I was recently going through the concepts required to remove batch effects from gene expression data. In particular, I was going through this tutorial by Jeff Leek and trying out the codes mentioned there. From what I have understood from the analysis, SVA is similar to PCA and tries to find two components that try to explain any unknown variations in the data (or batch effects) in an unsupervised fashion. However, I wanted to clarify one plot from the tutorial. First, they derive the sva components using the following code.

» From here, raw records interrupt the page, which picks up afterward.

"""What a person may ask of a series, and what is understood of what they type."""

import numpy as np
import pandas as pd
import pytest

from preflight_magic.model import (
    Difference,
    Log,
    Logit,
    PerDay,
    Power,
    RemovePattern,
    RemoveShift,
    RemoveTrend,
    Step,
)
from preflight_magic.present.wishes import (
    Wish,
    could_put_in,
    examine,
    read_anew,
    read_season,
    read_span,
    span_example,
    with_turned,
)
from tests.present.fakes import FakeSeries


def test_turning_steps_keeps_canonical_order() -> None:
    steps: tuple[Step, ...] = (Log(), Difference(12), Difference(1))
    assert with_turned(steps, Difference(12), False) == (Log(), Difference(1))
    assert with_turned((Difference(1),), Difference(12), True) == (Difference(12), Difference(1))
    assert with_turned((Difference(1),), Difference(1), True) == (Difference(1), Difference(1))


def test_of_log_power_and_logit_the_last_one_stays() -> None:
    assert with_turned((Log(), Difference(1)), Power(0.5), True) == (Power(0.5), Difference(1))
    assert with_turned((Power(0.5),), Log(), True) == (Log(),)


def test_steps_that_make_sense_for_monthly_totals() -> None:
    shift = RemoveShift(pd.Period("2019-04", "M"))
    view = FakeSeries(alternatives=(("shift", 9.0, (shift,)),))
    offered = could_put_in(view, view.plan.steps)
    expected = (PerDay("days"), PerDay("workdays"), Difference(1), RemoveTrend(), shift, RemovePattern(12))
    assert offered == expected
    assert Difference(1) not in could_put_in(view, (Difference(1), Difference(1)))


def test_no_log_of_negative_values_no_days_of_weeks_logit_of_shares() -> None:
    index = pd.period_range("2020-01-06", periods=40, freq="W")
    signed = FakeSeries(series=pd.Series(np.sin(np.arange(40.0)), index), noun="week", alternatives=())
    assert could_put_in(signed, ()) == (Difference(12), Difference(1), RemoveTrend(), RemovePattern(12))
    shares = FakeSeries(series=pd.Series(0.5 + 0.4 * np.sin(np.arange(40.0)), index), noun="week", alternatives=())
    assert could_put_in(shares, ())[:2] == (Log(), Logit())


def test_a_wish_is_fulfilled_in_order() -> None:
    view = FakeSeries()
    wish = Wish((4,), (("2020-03", "2020-06"),), (Log(),))
    base = read_anew(view, wish)
    assert view.calls == [("without_span", ("2020-03", "2020-06")), ("with_season", (4,))]
    assert examine(base, wish).plan.steps == (Log(),)
    assert examine(base, Wish()) is base
    assert read_anew(view, Wish()) is view


@pytest.mark.parametrize(
    ("text", "season"), [("12", (12,)), (" 24, 168 ", (24, 168)), ("168;24", (24, 168)), ("1", (1,))]
)
def test_seasons_as_typed(text: str, season: tuple[int, ...]) -> None:
    assert read_season(text) == season


@pytest.mark.parametrize("text", ["", "twelve", "-12", "12.5", "1e3", "12,,x"])
def test_no_seasons(text: str) -> None:
    with pytest.raises(ValueError, match="no season"):
        read_season(text)


MONTHS = pd.period_range("2019-01", periods=36, freq="M")


@pytest.mark.parametrize(
    "text", ["2020-03..2020-06", " 2020-03 .. 2020-06", "2020-03 to 2020-06", "2020-03\u20262020-06"]
)
def test_spans_as_typed(text: str) -> None:
    assert read_span(text, MONTHS) == ("2020-03", "2020-06")


def test_one_stamp_is_a_span_and_rows_are_numbers() -> None:
    assert read_span("2020-03", MONTHS) == ("2020-03", "2020-03")
    assert read_span("3..5", pd.RangeIndex(40)) == (3, 5)


@pytest.mark.parametrize("text", ["", "..", "2020..2021..2022", "2020-03.."])
def test_no_spans(text: str) -> None:
    with pytest.raises(ValueError, match="no span"):
        read_span(text, MONTHS)
    with pytest.raises(ValueError, match=r"write 20\.\.22"):
        read_span("2020-03..2020-04", pd.RangeIndex(40))


@pytest.mark.parametrize(
    ("index", "example"),
    [
        (MONTHS, "2020-07..2020-09"),
        (pd.period_range("2015Q1", periods=20, freq="Q"), "2017Q3..2018Q1"),
        (pd.period_range("2020-01-06", periods=20, freq="W"), "2020-03-16..2020-03-30"),
        (pd.date_range("2020-01-01", periods=20, freq="D"), "2020-01-11..2020-01-13"),
        (pd.date_range("2020-01-01", periods=40, freq="h"), "2020-01-01 20:00..2020-01-01 22:00"),
        (pd.RangeIndex(40), "20..22"),
    ],
)
def test_example_of_a_span_can_be_typed(index: pd.Index, example: str) -> None:
    assert span_example(index) == example
    start, end = read_span(example, index)
    inside = index.slice_indexer(start, end)
    assert inside.stop - inside.start == 3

mod = model.matrix(~cancer,data=pheno)
mod0 = model.matrix(~1, data=pheno)
sva1 = sva(edata,mod,mod0,n.sv=2)
Then they see whether any of the sva components correlate with the batch effects
summary(lm(sva1$sv ~ pheno$batch))
They get the following results
## Response Y1 :
##
## Call:
## lm(formula = Y1 ~ pheno$batch)
##
## Residuals:
## Min 1Q Median 3Q Max
## -0.26953 -0.11076 0.00787 0.10399 0.19069
##
## Coefficients:
## Estimate Std. Error t value Pr(>|t|)
## (Intercept) -0.018470 0.038694 -0.477 0.635
## pheno$batch 0.006051 0.011253 0.538 0.593
##
## Residual standard error: 0.1345 on 55 degrees of freedom
## Multiple R-squared: 0.00523, Adjusted R-squared: -0.01286
## F-statistic: 0.2891 on 1 and 55 DF, p-value: 0.5929
##
##
## Response Y2 :
##
## Call:
## lm(formula = Y2 ~ pheno$batch)
##
## Residuals:
## Min 1Q Median 3Q Max
## -0.23973 -0.07467 -0.02157 0.08116 0.25629
##
## Coefficients:
## Estimate Std. Error t value Pr(>|t|)
## (Intercept) 0.121112 0.034157 3.546 0.000808 ***
## pheno$batch -0.039675 0.009933 -3.994 0.000194 ***
## ---
## Signif. codes: 0 '***' 0.001 '**' 0.01 '*' 0.05 '.' 0.1 ' ' 1
##
## Residual standard error: 0.1187 on 55 degrees of freedom
## Multiple R-squared: 0.2248, Adjusted R-squared: 0.2107
## F-statistic: 15.95 on 1 and 55 DF, p-value: 0.0001945
It is quite clear that the second component is interesting because of the fit having a significant p value. Now they draw a boxplot with the second component as the y axis and the batch effects as the x axis.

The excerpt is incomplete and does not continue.